Note that calling either of these methods connects the client to the
local directory containing the “datapackage.json” file and other data
files. Printing the client then produces additional information
including a local_path
identifying the directory, along
with counts of both local and remote “resources” or files.
Reading and editing “datapackage.json” files
The “datapackage.json” file can be read with the frictionless::read_package()
function, returning a named list of metadata entries:
library (frictionless)
path <- file.path (tempdir (), "data", "datapackage.json")
metadata <- read_package (path)
names (metadata)
#> [1] "profile" "metadata" "resources" "directory"
The “profile”, “resources”, and “directory” items are all generated
by frictionless
,
while the “metadata” items holds the deposits metadata entered
above:
metadata$metadata
#> $created
#> [1] "1994-01-01T00:00:00"
#>
#> $creator
#> $creator[[1]]
#> $creator[[1]]$name
#> [1] "P. S. Reynolds"
#>
#> $description
#> [1] "Original source of 'beaver' dataset."
#>
#> $title
#> [1] "Time-series analyses of beaver body temperatures"
The frictionless
aspects of the metadata are by default
automatically generated by that package, and generally benefit from the
kind of editing and enhancing described in the
main frictionless
vignette, including such things as
adding descriptions of variables. The deposits-specific “metadata”
component can also readily be extended and edited as desired.
The data in these files can be edited in two primary ways, through either:
- Editing the individual list items in R, and saving the result via
frictionless::write_package()
; or, - Directly editing the “datapackage.json” with a text editor.
We recommend the second method, as it enables the simplest overview over the entire metadata structure for a given deposit. Once a frictionless “datapackage.json” file has been generated for a deposit, the recommended deposits workflow is for all editing and updating of metadata to be done by directly editing that file, as explained in the metadata vignette.
Updating “datapackage.json” on deposits service
Any changes to a local “datapackage.json” file can be imported into a
deposits client with the deposit_update()

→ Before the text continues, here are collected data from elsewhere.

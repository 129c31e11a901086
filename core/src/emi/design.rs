//! The one-call input filter design: noise estimate per harmonic, the DM filter (one or two
//! LC stages) and common-mode choke that meet the limit with margin, damping and Middlebrook's
//! criterion, X capacitor discharge, the harmonic table and the design checks.

use super::common_mode::{CheckedCm, CommonModeSpec};
use super::differential_mode::{CheckedDm, DifferentialModeSpec, FilterStage};
use super::filter::{
    damping_network, filter_output_impedance_peak, middlebrook_criterion, DampingNetwork,
    ImpedancePeak, MiddlebrookCheck,
};
use super::limits::{emi_limit, Detector, EmissionClass};
use super::spectrum::{DrainVoltageShape, PrimaryCurrentShape};
use super::{in_band_harmonics, level_of_peak};
use crate::error::{Error, Result};
use crate::report::{Field, Record, Table, SAFETY_CAUTION};
use crate::rules::{CheckResult, Comparison, Rule};
use crate::safety::tables::{TOUCH_CURRENT_ES1, TOUCH_CURRENT_SOURCE};
use crate::safety::{
    x_discharge_resistor, y_capacitor_touch_current, DischargeResistor, DischargeSpec,
};
use crate::units::validate::{non_negative, positive};
use crate::units::{
    si, Capacitance, DbReference, Decibel, ElectricCurrent, ElectricPotential,
    ElectricalResistance, Frequency, Inductance, Power, Quantity, Time,
};
use std::f64::consts::PI;
use std::fmt::Write;
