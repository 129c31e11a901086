//! A flyback transformer from an operating point: turns, gap, flux at the current limit,
//! core and copper loss, winding build with insulation, leakage, temperature rise, rules
//! and a build sheet. Also core selection by area product.

use super::conductor::{skin_depth, VACUUM_PERMEABILITY as MU0};
use super::core_loss::{flyback_flux_segments, igse_loss_density};
use super::cores::Core;
use super::gap::{air_gap_for_inductance, GapPlacement, GapResult};
use super::material::FerriteMaterial;
use super::thermal::{insulation_class_limit, temperature_rise};
use super::winding::{
    choose_wire, layer_fit, winding_copper_loss, CopperLoss, LayerFit, WindingCurrent, WireChoice,
    WireInsulation, WireSystem,
};
use crate::error::{Error, Result};
use crate::report::{Field, Record};
use crate::rules::{CheckResult, Comparison, Rule};
use crate::units::validate::{non_negative, number_within, positive, positive_number};
use crate::units::{
    si, ElectricCurrent, ElectricCurrentDensity, ElectricPotential, Frequency, Inductance, Length,
    MagneticFluxDensity, Power, Quantity, TemperatureInterval, ThermodynamicTemperature,
};
use std::f64::consts::PI;
use std::fmt::Write;

/// The house limits a [`TransformerSpec`] starts from (the script defaults of
/// `transformer_design`; common practice, no published source). A specification with another
/// value is reported as an overridden limit (`loosened` when it lets more through) in
/// [`transformer_checks`].
pub mod house_limits {
    /// Peak flux density at the worst-case current limit, hot (T).
    pub const MAX_FLUX_DENSITY_TESLA: f64 = 0.3;
    /// Margin below the 100 °C saturation flux density.
    pub const SATURATION_MARGIN: f64 = 0.1;
    /// Copper area over window area.
    pub const MAX_WINDOW_FILL: f64 = 0.35;
    /// RMS current density (A/m², 6 A/mm²).
    pub const MAX_CURRENT_DENSITY_A_PER_M2: f64 = 6.0e6;
    /// Temperature rise (K).
    pub const MAX_TEMPERATURE_RISE_KELVIN: f64 = 40.0;
    /// Layers per winding section.
    pub const MAX_LAYERS: u32 = 3;
}
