#include "engine/batch/bridge_job.h"

#include <exception>

#include <fmt/format.h>

#include "engine/core/safe_file_name.h"
#include "engine/io/bridge_reader.h"
#include "engine/io/text_file.h"
#include "engine/pipeline/rating_summary.h"
#include "engine/report/results_document.h"

namespace tenthpoint::batch {
namespace {

// A failed record names the bridge and why, and carries no ratings: a
// half-made summary must not pass for a rating.
BridgeOutcome failed(BridgeOutcome outcome, std::string reason) {
  ledger::BridgeRecord record;
  record.structure_id = std::move(outcome.record.structure_id);
  record.name = std::move(outcome.record.name);
  record.file = std::move(outcome.record.file);
  record.inputs_hash = std::move(outcome.record.inputs_hash);
  record.status = ledger::BridgeStatus::failed;
  record.reason = std::move(reason);
  outcome.record = std::move(record);
  outcome.results_json.clear();
  outcome.rating.reset();
  return outcome;
}

}  // namespace

std::string input_error_reason(const InputError& error) {
  std::size_t errors = 0;
  const Diagnostic* first = nullptr;
  for (const Diagnostic& d : error.diagnostics()) {
    if (d.severity != Severity::error) continue;
    if (first == nullptr) first = &d;
    ++errors;
  }
  if (first == nullptr) return error.what();
  std::string where = first->where.file;
  if (first->where.line > 0) where += fmt::format(":{}", first->where.line);
  std::string reason = where.empty() ? std::string() : where + ": ";
  if (!first->field.empty()) reason += first->field + ": ";
  reason += first->message;
  if (errors > 1) reason += fmt::format(" (and {} more error{})", errors - 1, errors > 2 ? "s" : "");
  return reason;
}

std::filesystem::path results_path(const std::filesystem::path& out_dir, const std::string& structure_id) {
  return out_dir / safe_file_name(structure_id) / "results.json";
}

BridgeOutcome run_bridge_job(const BridgeJob& job, const JobContext& context) {
  BridgeOutcome outcome;
  ledger::BridgeRecord& record = outcome.record;
  record.file = job.file;
  std::string bytes;
  try {
    const io::BridgeReadOptions read_options;
    io::TextFile text = io::read_text_file(job.file, read_options.limits.max_file_bytes);
    if (!text.text) throw InputError(text.diagnostics);
    bytes = std::move(*text.text);
    // Until the policy is known the hash covers the bridge alone; a bridge
    // that fails before then is rated again next night whatever its hash.
    record.inputs_hash = context.hasher->inputs_hash(bytes, {});

    io::BridgeReadResult read = io::read_bridge_text(bytes, job.file, read_options);
    if (!read.bridge) throw InputError(read.diagnostics);
    const model::Bridge& bridge = *read.bridge;
    record.structure_id = bridge.identity.structure_id;
    record.name = bridge.identity.name;

    const std::shared_ptr<const CachedPolicy> policy = context.policies->policy_for(bridge);
    if (!policy->read.policy) throw InputError(policy->read.diagnostics);
    outcome.dependencies = policy->dependencies;
    record.inputs_hash = context.hasher->inputs_hash(bytes, outcome.dependencies);
    if (!job.force && job.last_inputs_hash && *job.last_inputs_hash == record.inputs_hash) {
      record.status = ledger::BridgeStatus::unchanged;
      return outcome;
    }

    pipeline::BridgeRating rating = pipeline::rate_bridge(bridge, *policy->read.policy, context.rating_date);
    ledger::BridgeRecord summary = pipeline::summarize_rating(bridge, rating);
    summary.file = record.file;
    summary.inputs_hash = record.inputs_hash;
    summary.status = ledger::BridgeStatus::rated;
    summary.warning_count += static_cast<int>(count(read.diagnostics, Severity::warning));
    record = std::move(summary);

    report::ResultsContext results_context;
    results_context.engine_version = context.hasher->engine_version();
    results_context.inputs_hash = record.inputs_hash;
    results_context.source_file = job.file;
    results_context.run_id = context.run;
    results_context.run_time = context.run_started;
    // Compact, without indentation: fewer bytes and less time at nightly scale
    // (tools/bench_batch/NOTES.md, "results.json"); a reader who wants it
    // indented runs a formatter.
    outcome.results_json = report::results_document(bridge, rating, results_context).dump() + "\n";
    if (context.keep_rating) {
      outcome.rating = std::move(rating);
      outcome.bridge = std::move(read.bridge);
    }
    return outcome;
  } catch (const InputError& e) {
    return failed(std::move(outcome), input_error_reason(e));
  } catch (const ModelError& e) {
    return failed(std::move(outcome), e.what());
  } catch (const std::exception& e) {
    // An engine fault on one bridge (a broken invariant that threw, memory
    // exhausted by one pathological record) still must not stop the run.
    return failed(std::move(outcome), fmt::format("internal error while rating: {}", e.what()));
  }
}

}  // namespace tenthpoint::batch
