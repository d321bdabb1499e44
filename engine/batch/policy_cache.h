// PolicyCache: each distinct rating policy of a run read once, not once per
// bridge. Bridges name their policy by a reference relative to their own
// file (rating.policy, or none for the shipped default); references that
// resolve to the same file share one read, with its vehicle libraries.
//
// Thread-safe: workers ask concurrently; the first to ask for a policy reads
// it while later askers for the same policy wait, and askers for other
// policies proceed. A policy with errors is cached too, so every bridge that
// uses it fails with the same diagnostics (file, line and field in the
// policy) without reading it again.
#pragma once

#include <map>
#include <memory>
#include <mutex>
#include <string>
#include <vector>

#include "engine/io/policy_reader.h"
#include "engine/model/bridge.h"

namespace tenthpoint::batch {

struct CachedPolicy {
  io::PolicyReadResult read;
  // The files the policy was built from, for the inputs hash: its `extends`
  // chain (Policy::source_files) and the vehicle libraries its vehicles came
  // from, each once, as paths or "<shipped>/..." labels. Empty when the
  // policy could not be read.
  std::vector<std::string> dependencies;
};

class PolicyCache {
 public:
  // The policy `bridge` asks for, read on first use. Never null.
  [[nodiscard]] std::shared_ptr<const CachedPolicy> policy_for(const model::Bridge& bridge);

 private:
  struct Entry {
    std::once_flag once;
    std::shared_ptr<const CachedPolicy> value;
  };
  std::mutex mutex_;
  std::map<std::string, std::shared_ptr<Entry>> entries_;  // by resolved policy label
};

// The files a policy was built from (see CachedPolicy::dependencies).
[[nodiscard]] std::vector<std::string> policy_dependencies(const model::Policy& policy);

}  // namespace tenthpoint::batch
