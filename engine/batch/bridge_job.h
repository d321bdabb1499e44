// BridgeJob: one bridge file of a run, from its bytes to the record the
// ledger keeps and the results document the writer puts on disk. Runs on a
// worker thread; touches no shared state but the run's PolicyCache and
// InputsHasher (both thread-safe), and writes nothing.
//
// Steps: read the file's bytes; parse and validate it (engine/io); take its
// policy from the cache; compute its inputs hash (inputs_hash.h); when the
// hash equals `last_inputs_hash` (and the job is not forced) stop there with
// status unchanged; else rate it (pipeline::rate_bridge), summarise it for
// the ledger and build its results.json document.
//
// Failure is an outcome, never an exception: an InputError (the bridge file
// or its policy), a ModelError, or any other std::exception from the engine
// ends the job with status failed and the reason (for input errors the first
// error as "file:line: field: message").
#pragma once

#include <optional>
#include <string>
#include <vector>

#include "engine/batch/inputs_hash.h"
#include "engine/batch/policy_cache.h"
#include "engine/core/calendar_date.h"
#include "engine/core/errors.h"
#include "engine/ledger/bridge_record.h"
#include "engine/ledger/ledger.h"
#include "engine/model/bridge.h"
#include "engine/pipeline/bridge_rating.h"

namespace tenthpoint::batch {

struct BridgeJob {
  std::string file;                             // as listed; becomes BridgeRecord::file
  std::optional<std::string> last_inputs_hash;  // from the ledger; none = never rated
  bool force = false;                           // rate even when the hash is unchanged (--all, --bridge)
};

// What the run shares with its jobs.
struct JobContext {
  PolicyCache* policies = nullptr;
  InputsHasher* hasher = nullptr;
  CalendarDate rating_date;
  ledger::RunId run = 0;
  std::string run_started;   // ISO 8601 UTC
  bool keep_rating = false;  // keep the bridge and its rating in the outcome (for a one-bridge summary)
};

struct BridgeOutcome {
  // status rated, unchanged or failed; file and inputs_hash always set;
  // structure_id set whenever the file could be read.
  ledger::BridgeRecord record;
  std::vector<std::string> dependencies;  // the policy and vehicle files used, for the DependencyIndex
  std::string results_json;               // the results document (rated only)
  std::optional<model::Bridge> bridge;    // with JobContext::keep_rating, when read
  std::optional<pipeline::BridgeRating> rating;
};

[[nodiscard]] BridgeOutcome run_bridge_job(const BridgeJob& job, const JobContext& context);

// The reason recorded for an input error: its first error as
// "file:line: field: message", and how many more there are.
[[nodiscard]] std::string input_error_reason(const InputError& error);

// <out>/<safe structure id>/results.json (engine/core/safe_file_name.h).
[[nodiscard]] std::filesystem::path results_path(const std::filesystem::path& out_dir, const std::string& structure_id);

}  // namespace tenthpoint::batch
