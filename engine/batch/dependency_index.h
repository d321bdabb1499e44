// DependencyIndex: which policy and vehicle files each bridge file used at
// its last rating, so that the nightly run can recompute a bridge's inputs
// hash (inputs_hash.h) from the bytes of its file and of those dependencies
// without parsing any YAML.
//
// It is a hint, never the authority: the ledger's stored inputs hash is.
// A stale or missing entry can only make the run rate a bridge it could have
// carried forward (the recomputed hash differs), never carry forward one
// that changed, because equal hashes imply equal bridge bytes and equal
// dependency contents whatever list produced them. So a lost or corrupt
// index costs one slower night (every bridge parsed once), not a wrong
// result.
//
// Kept as JSON next to the ledger (<ledger>.dependencies.json), written
// atomically at the end of a run. The distinct dependency lists are few (one
// per agency policy), so they are stored once and files refer to them.
#pragma once

#include <filesystem>
#include <map>
#include <string>
#include <vector>

namespace tenthpoint::batch {

class DependencyIndex {
 public:
  // Reads the index at `path`; an absent, unreadable or malformed file gives
  // an empty index (logged as a warning when it exists).
  [[nodiscard]] static DependencyIndex load(const std::filesystem::path& path);
  // The index file that goes with a ledger file.
  [[nodiscard]] static std::filesystem::path path_for_ledger(const std::filesystem::path& ledger);

  // The dependencies of `file` at its last rating, or nullptr when unknown.
  [[nodiscard]] const std::vector<std::string>* find(const std::string& file) const;
  void set(const std::string& file, std::vector<std::string> dependencies);
  [[nodiscard]] std::size_t size() const { return files_.size(); }

  // Writes the index atomically (engine/core/atomic_file.h); throws
  // std::runtime_error naming the path when it cannot.
  void save(const std::filesystem::path& path) const;

 private:
  std::map<std::string, std::vector<std::string>> files_;
};

}  // namespace tenthpoint::batch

method, which will also update the remote version of the
“datapackage.json” file held on the deposits service. Because the
initial deposit_upload_file()
and deposit_add_resource()
methods both connected the client to the local directory containing the
deposit data, the update method can be called directly without any
parameters. Specific paths can nevertheless be passed to the deposit_update()
method, to update only specified files while ignoring changes in any
other files. For example, the path
argument can specify the
path to the single “datapackage.json” file, in which case only that file
will be uploaded, regardless of any local modifications to other
files.
cli$deposit_update ()
#> Local file at [/tmp/Rtmp5QfAEc/data/beaver1.csv] is identical on host and will not be uploaded.
#> Local file at [/tmp/Rtmp5QfAEc/data/datapackage.json] has changed and will now be uploaded.
Calling that method will update both the “metadata” and “hostdata” elements of the deposits client to reflect any changes made to the “datapackage.json” file, and will also update the remote version of that file, as indicated in the messages produced by calling that method.